NYT - “Many U.S. troops who fired vast numbers of artillery rounds against the Islamic State developed mysterious, life-shattering mental and physical problems. But the military struggled to understand what was wrong.”
American Prospect - ““This rule is about a very basic principle that retirees who save their whole lives for a secure retirement should be able to rely on financial advice that they get that’s in their best interest, not in the interest of bad advisers,” said [Labor Secretary Julie] Su…”
ProPublica - “The TCP levels in the Smithwick Mills system are alarming to those who study water contamination. As with many chemicals, there’s limited information on TCP’s long-term effect on humans. But research involving animals shows evidence that it increases cancer risks at lower concentrations than many other known or likely carcinogens, including arsenic.”

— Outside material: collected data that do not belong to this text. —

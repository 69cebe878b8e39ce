/**
 * What the verdict needs beyond the Station and the ShotResult: the part's grade and the
 * required field, device and capacitor ratings, the production rate and cooling, the bleeder,
 * the winding's mechanics. Plain SI values. The contract between the design file's check
 * sections (design/sections/part, ratings, production, bleeder) and the verdict
 * (analysis/verdict.ts `judgeShot`); `judgeInputsFromDesign` (analysis/verdict-design.ts)
 * converts one to the other.
 *
 * Every default is defined once, in VERDICT_DEFAULTS; the design schema reuses them.
 * A group left out is not judged.
 */
import type { MagnetOverrides } from '../materials/magnet-grades.js';
import type { ConductorTemper } from '../materials/conductor-strength.js';

/** Half-sine bases of surge ratings: 10 ms (50 Hz) or 8.3 ms (60 Hz). */
export type SurgeBasis = '10ms' | '8.3ms';

/** The surge bases, for schemas. */
export const SURGE_BASES = ['10ms', '8.3ms'] as const satisfies readonly SurgeBasis[];

/** Defaults of the judge inputs (our own choices, documented as "user setting" in each note). */
export const VERDICT_DEFAULTS = {
  /** Required headroom of the peak field over the required field, fraction. */
  fieldMargin: 0.1,
  /** Required headroom of a temperature below its limit, K. */
  temperatureMargin_K: 10,
  /** Coupled loops whose name starts with this (case-insensitive) belong to the part. */
  partLoopPrefix: 'part',
  /** Required headroom of every device and capacitor rating, fraction (1 − value/rating). */
  ratingMargin: 0.2,
  /** Half-sine basis of surge ratings. */
  surgeBasis: '10ms' as SurgeBasis,
  /** Shortest pulse the equal-I²t surge rule is applied to, s (common practice: surge curves start at 1 ms). */
  surgeFloor_s: 1e-3,
  /** Ambient temperature of the station, °C. */
  ambient_C: 25,
  /** Account for R(T) in the per-shot rise at production rate. */
  resistanceRise: true,
  /** Winding conductor temper for the proof stress. */
  temper: 'annealed' as ConductorTemper,
  /** Safety factor on the conductor's proof stress. */
  safetyFactor: 2,
  /** Residual voltage the bleeder check reports, V (besides 50 V). */
  bleederThreshold_V: 50,
} as const;

export interface PartJudgeInput {
  /** Library grade id (materials/magnet-grades.ts), e.g. `ndfeb-sh`. */
  grade: string;
  /** Datasheet values that replace the library's (SI). */
  overrides?: MagnetOverrides;
  /** Field the part must see, A/m; default: the grade's saturation field. */
  requiredField_Apm?: number;
  /** Required headroom over the required field, fraction. */
  fieldMargin?: number;
  /** Required headroom of the part's temperature below its maximum working temperature, K. */
  temperatureMargin_K?: number;
  /** Prefix of the names of coupled loops that belong to the part. */
  loopPrefix?: string;
  /** Log-spread σ of the saturation model (analysis/saturation.ts); default by coercivity mechanism. */
  switchingSpread?: number;
}

export interface DeviceRatingInput {
  /** Non-repetitive surge current I_TSM / I_FSM, A. */
  surgeCurrent_A?: number;
  /** Half-sine basis of the surge rating. */
  surgeBasis?: SurgeBasis;
  /** Rated I²t, A²s; default from the surge rating by I²t = I_TSM²·t/2. */
  i2t_A2s?: number;
  /** Critical rate of rise of on-state current, A/s (thyristor). */
  didt_Aps?: number;
  /** Repetitive peak blocking voltage (V_DRM/V_RRM), V. */
  blockingVoltage_V?: number;
}

export interface CapacitorRatingInput {
  /** Rated voltage of the bank, V. */
  voltage_V?: number;
  /** Allowed voltage reversal, % of the charge voltage. */
  reverse_pct?: number;
  /** Rated peak current of ONE unit, A (the bank current is shared by `units`). */
  peakCurrent_A?: number;
  /** Units in parallel sharing the current equally. */
  units?: number;
}

export interface WindingMechanicsInput {
  /** Conductor temper; selects the proof stress. */
  temper?: ConductorTemper;
  /** Proof stress of the conductor, Pa; replaces the library's (materials/conductor-strength.ts). */
  proofStress_Pa?: number;
  /** Safety factor on the proof stress (required margin = 1 − 1/SF). */
  safetyFactor?: number;
  /** Mean radius of the winding, m. */
  windingRadius_m?: number;
  /** Radial build (thickness) of the winding, m. */
  windingThickness_m?: number;
  /** Field at the winding's inner face, A/m; default: the largest peak field in the result. */
  windingField_Apm?: number;
}

export interface RatingsJudgeInput {
  switch?: DeviceRatingInput;
  diode?: DeviceRatingInput;
  capacitor?: CapacitorRatingInput;
  winding?: WindingMechanicsInput;
  /** Required headroom of every rating, fraction. */
  margin?: number;
  /** Floor of the surge rule, s. */
  surgeFloor_s?: number;
}

export interface ProductionJudgeInput {
  /** Shots per minute; absent: only the single shot is checked against the insulation class. */
  shotsPerMinute?: number;
  /** Ambient temperature, °C. */
  ambient_C?: number;
  /** Thermal time constant of the winding, s; else estimated from surfaceArea and convection. */
  thermalTimeConstant_s?: number;
  /** Cooling surface of the winding, m². */
  surfaceArea_m2?: number;
  /** Convection coefficient h, W/(m²·K). */
  convection_WpM2K?: number;
  /** IEC 60085 class of the winding's insulation: 155 or "F", etc. */
  insulationClass?: number | string;
  /** Required headroom below the class temperature, K. */
  margin_K?: number;
  /** Account for R(T) in the per-shot rise. */
  resistanceRise?: boolean;
}

export interface BleederJudgeInput {
  /** Bleeder resistance across the bank, Ω. */
  resistance_Ohm: number;
  /** Residual voltage of interest, V. */
  threshold_V?: number;
  /** Time the bank must reach the threshold within, s (a user requirement; judged when given). */
  maxTime_s?: number;
}

export interface JudgeInputs {
  part?: PartJudgeInput;
  ratings?: RatingsJudgeInput;
  production?: ProductionJudgeInput;
  bleeder?: BleederJudgeInput;
}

AP - “The CFPB found that Citi employees were trained to avoid approving applications with last names ending in “yan” or “ian” — the most common suffix to Armenian last names — as well applications that originated in Glendale, California, where roughly 15% of the country’s Armenian American population lives.”
Verge - “Because this most recent proposal would allow studios to use digital scans of dead actors without the consent of their estates or the guild, however, SAG-AFTRA has refused and expressed its desire for changes that would require the studios to pay actors each time their faces are used and receive consent from those actors before doing so.”
ABC.au - “The post in the Facebook group No Offshore Wind Farm for the Illawarra referenced a University of Tasmania study purportedly published in his journal that predicted offshore wind turbines "could kill up to 400 whales per year". "That paper does not exist," Professor Hanich said.”
Reuters - “The trade commission is investigating whether Southern Glazer's has unlawfully given price preferences to large chains such as Total Wine that are not accorded to smaller retailers.”
Intercept - “Whereas the Biden administration released a three-page itemized list of weapons provided to Ukraine, down to the exact number of rounds, the information released about weapons sent to Israel could fit in a single sentence.”